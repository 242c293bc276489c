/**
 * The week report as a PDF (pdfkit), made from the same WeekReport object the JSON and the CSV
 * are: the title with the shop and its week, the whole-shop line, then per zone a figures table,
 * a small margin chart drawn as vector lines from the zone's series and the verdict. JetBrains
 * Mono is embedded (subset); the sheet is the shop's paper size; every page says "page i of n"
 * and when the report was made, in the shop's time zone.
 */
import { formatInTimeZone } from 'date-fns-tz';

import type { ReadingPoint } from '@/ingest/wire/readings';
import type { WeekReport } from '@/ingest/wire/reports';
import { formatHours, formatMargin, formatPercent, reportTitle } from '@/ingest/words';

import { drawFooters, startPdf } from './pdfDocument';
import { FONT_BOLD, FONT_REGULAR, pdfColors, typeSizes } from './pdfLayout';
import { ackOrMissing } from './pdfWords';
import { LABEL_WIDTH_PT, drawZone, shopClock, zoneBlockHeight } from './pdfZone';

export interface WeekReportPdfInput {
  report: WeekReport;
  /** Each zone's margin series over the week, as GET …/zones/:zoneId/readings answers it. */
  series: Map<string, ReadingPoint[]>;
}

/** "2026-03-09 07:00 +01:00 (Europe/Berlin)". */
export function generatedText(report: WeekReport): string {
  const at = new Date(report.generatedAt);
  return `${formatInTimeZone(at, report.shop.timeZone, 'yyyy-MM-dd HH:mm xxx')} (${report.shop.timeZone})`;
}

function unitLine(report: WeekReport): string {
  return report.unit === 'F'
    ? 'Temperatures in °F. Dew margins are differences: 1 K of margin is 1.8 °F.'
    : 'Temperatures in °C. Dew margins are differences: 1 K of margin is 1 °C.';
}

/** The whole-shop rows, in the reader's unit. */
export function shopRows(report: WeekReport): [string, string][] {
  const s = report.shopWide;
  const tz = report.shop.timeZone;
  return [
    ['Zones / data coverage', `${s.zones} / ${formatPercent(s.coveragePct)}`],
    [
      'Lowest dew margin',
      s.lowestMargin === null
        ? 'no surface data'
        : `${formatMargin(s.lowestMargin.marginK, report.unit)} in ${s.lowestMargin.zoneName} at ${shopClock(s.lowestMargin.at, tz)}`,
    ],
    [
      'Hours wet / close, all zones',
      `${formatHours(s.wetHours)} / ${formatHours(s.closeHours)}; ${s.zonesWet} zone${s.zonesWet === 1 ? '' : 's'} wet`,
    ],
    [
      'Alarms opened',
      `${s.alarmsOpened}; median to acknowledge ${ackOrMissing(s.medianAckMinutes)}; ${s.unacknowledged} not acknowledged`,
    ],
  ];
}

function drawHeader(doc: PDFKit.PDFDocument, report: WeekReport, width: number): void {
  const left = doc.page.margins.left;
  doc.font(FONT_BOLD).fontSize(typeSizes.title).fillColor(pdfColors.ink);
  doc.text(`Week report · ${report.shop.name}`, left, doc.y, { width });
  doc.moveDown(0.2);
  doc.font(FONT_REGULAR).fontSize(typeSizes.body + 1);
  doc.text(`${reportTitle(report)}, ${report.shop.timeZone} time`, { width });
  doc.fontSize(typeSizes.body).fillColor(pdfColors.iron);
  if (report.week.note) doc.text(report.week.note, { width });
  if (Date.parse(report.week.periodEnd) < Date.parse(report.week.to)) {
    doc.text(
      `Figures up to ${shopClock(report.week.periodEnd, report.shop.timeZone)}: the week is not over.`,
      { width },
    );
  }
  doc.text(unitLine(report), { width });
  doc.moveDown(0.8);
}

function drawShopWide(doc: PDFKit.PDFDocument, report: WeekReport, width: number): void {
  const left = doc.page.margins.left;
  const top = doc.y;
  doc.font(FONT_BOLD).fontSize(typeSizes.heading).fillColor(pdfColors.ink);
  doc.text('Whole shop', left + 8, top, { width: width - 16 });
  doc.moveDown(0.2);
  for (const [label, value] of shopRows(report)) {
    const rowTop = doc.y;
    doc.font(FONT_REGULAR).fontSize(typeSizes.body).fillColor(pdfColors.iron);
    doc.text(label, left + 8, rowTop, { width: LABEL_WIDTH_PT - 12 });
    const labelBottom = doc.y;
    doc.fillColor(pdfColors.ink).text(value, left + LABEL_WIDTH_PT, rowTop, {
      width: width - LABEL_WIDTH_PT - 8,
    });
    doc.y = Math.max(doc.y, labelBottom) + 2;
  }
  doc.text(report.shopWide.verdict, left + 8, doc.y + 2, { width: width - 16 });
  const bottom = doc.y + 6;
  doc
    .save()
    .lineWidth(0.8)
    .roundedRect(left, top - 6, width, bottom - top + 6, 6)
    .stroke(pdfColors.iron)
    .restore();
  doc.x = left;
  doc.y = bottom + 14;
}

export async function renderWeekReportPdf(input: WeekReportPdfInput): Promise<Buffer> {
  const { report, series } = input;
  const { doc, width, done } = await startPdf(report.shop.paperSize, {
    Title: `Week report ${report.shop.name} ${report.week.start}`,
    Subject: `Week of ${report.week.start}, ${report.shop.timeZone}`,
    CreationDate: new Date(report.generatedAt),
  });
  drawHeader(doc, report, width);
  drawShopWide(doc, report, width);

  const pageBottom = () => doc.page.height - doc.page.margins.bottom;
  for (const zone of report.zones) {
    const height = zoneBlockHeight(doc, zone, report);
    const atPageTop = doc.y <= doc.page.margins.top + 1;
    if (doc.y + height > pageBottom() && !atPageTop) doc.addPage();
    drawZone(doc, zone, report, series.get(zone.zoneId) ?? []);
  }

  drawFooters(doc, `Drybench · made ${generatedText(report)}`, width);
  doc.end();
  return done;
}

● ● ● ●

— Problem statement —
For each entry above, write out an exact copy.

— Output of the exercise —
repository 242c293bc276489c
/**
 * The week report as a PDF (pdfkit), made from the same WeekReport object the JSON and the CSV
 * are: the title with the shop and its week, the whole-shop line, then per zone a figures table,
 * a small margin chart drawn as vector lines from the zone's series and the verdict. JetBrains
 * Mono is embedded (subset); the sheet is the shop's paper size; every page says "page i of n"
 * and when the report was made, in the shop's time zone.
 */
import { formatInTimeZone } from 'date-fns-tz';

import type { ReadingPoint } from '@/ingest/wire/readings';
import type { WeekReport } from '@/ingest/wire/reports';
import { formatHours, formatMargin, formatPercent, reportTitle } from '@/ingest/words';

import { drawFooters, startPdf } from './pdfDocument';
import { FONT_BOLD, FONT_REGULAR, pdfColors, typeSizes } from './pdfLayout';
import { ackOrMissing } from './pdfWords';
import { LABEL_WIDTH_PT, drawZone, shopClock, zoneBlockHeight } from './pdfZone';

export interface WeekReportPdfInput {
  report: WeekReport;
  /** Each zone's margin series over the week, as GET …/zones/:zoneId/readings answers it. */
  series: Map<string, ReadingPoint[]>;
}

/** "2026-03-09 07:00 +01:00 (Europe/Berlin)". */
export function generatedText(report: WeekReport): string {
  const at = new Date(report.generatedAt);
  return `${formatInTimeZone(at, report.shop.timeZone, 'yyyy-MM-dd HH:mm xxx')} (${report.shop.timeZone})`;
}

function unitLine(report: WeekReport): string {
  return report.unit === 'F'
    ? 'Temperatures in °F. Dew margins are differences: 1 K of margin is 1.8 °F.'
    : 'Temperatures in °C. Dew margins are differences: 1 K of margin is 1 °C.';
}

/** The whole-shop rows, in the reader's unit. */
export function shopRows(report: WeekReport): [string, string][] {
  const s = report.shopWide;
  const tz = report.shop.timeZone;
  return [
    ['Zones / data coverage', `${s.zones} / ${formatPercent(s.coveragePct)}`],
    [
      'Lowest dew margin',
      s.lowestMargin === null
        ? 'no surface data'
        : `${formatMargin(s.lowestMargin.marginK, report.unit)} in ${s.lowestMargin.zoneName} at ${shopClock(s.lowestMargin.at, tz)}`,
    ],
    [
      'Hours wet / close, all zones',
      `${formatHours(s.wetHours)} / ${formatHours(s.closeHours)}; ${s.zonesWet} zone${s.zonesWet === 1 ? '' : 's'} wet`,
    ],
    [
      'Alarms opened',
      `${s.alarmsOpened}; median to acknowledge ${ackOrMissing(s.medianAckMinutes)}; ${s.unacknowledged} not acknowledged`,
    ],
  ];
}

function drawHeader(doc: PDFKit.PDFDocument, report: WeekReport, width: number): void {
  const left = doc.page.margins.left;
  doc.font(FONT_BOLD).fontSize(typeSizes.title).fillColor(pdfColors.ink);
  doc.text(`Week report · ${report.shop.name}`, left, doc.y, { width });
  doc.moveDown(0.2);
  doc.font(FONT_REGULAR).fontSize(typeSizes.body + 1);
  doc.text(`${reportTitle(report)}, ${report.shop.timeZone} time`, { width });
  doc.fontSize(typeSizes.body).fillColor(pdfColors.iron);
  if (report.week.note) doc.text(report.week.note, { width });
  if (Date.parse(report.week.periodEnd) < Date.parse(report.week.to)) {
    doc.text(
      `Figures up to ${shopClock(report.week.periodEnd, report.shop.timeZone)}: the week is not over.`,
      { width },
    );
  }
  doc.text(unitLine(report), { width });
  doc.moveDown(0.8);
}

function drawShopWide(doc: PDFKit.PDFDocument, report: WeekReport, width: number): void {
  const left = doc.page.margins.left;
  const top = doc.y;
  doc.font(FONT_BOLD).fontSize(typeSizes.heading).fillColor(pdfColors.ink);
  doc.text('Whole shop', left + 8, top, { width: width - 16 });
  doc.moveDown(0.2);
  for (const [label, value] of shopRows(report)) {
    const rowTop = doc.y;
    doc.font(FONT_REGULAR).fontSize(typeSizes.body).fillColor(pdfColors.iron);
    doc.text(label, left + 8, rowTop, { width: LABEL_WIDTH_PT - 12 });
    const labelBottom = doc.y;
    doc.fillColor(pdfColors.ink).text(value, left + LABEL_WIDTH_PT, rowTop, {
      width: width - LABEL_WIDTH_PT - 8,
    });
    doc.y = Math.max(doc.y, labelBottom) + 2;
  }
  doc.text(report.shopWide.verdict, left + 8, doc.y + 2, { width: width - 16 });
  const bottom = doc.y + 6;
  doc
    .save()
    .lineWidth(0.8)
    .roundedRect(left, top - 6, width, bottom - top + 6, 6)
    .stroke(pdfColors.iron)
    .restore();
  doc.x = left;
  doc.y = bottom + 14;
}

export async function renderWeekReportPdf(input: WeekReportPdfInput): Promise<Buffer> {
  const { report, series } = input;
  const { doc, width, done } = await startPdf(report.shop.paperSize, {
    Title: `Week report ${report.shop.name} ${report.week.start}`,
    Subject: `Week of ${report.week.start}, ${report.shop.timeZone}`,
    CreationDate: new Date(report.generatedAt),
  });
  drawHeader(doc, report, width);
  drawShopWide(doc, report, width);

  const pageBottom = () => doc.page.height - doc.page.margins.bottom;
  for (const zone of report.zones) {
    const height = zoneBlockHeight(doc, zone, report);
    const atPageTop = doc.y <= doc.page.margins.top + 1;
    if (doc.y + height > pageBottom() && !atPageTop) doc.addPage();
    drawZone(doc, zone, report, series.get(zone.zoneId) ?? []);
  }

  drawFooters(doc, `Drybench · made ${generatedText(report)}`, width);
  doc.end();
  return done;
}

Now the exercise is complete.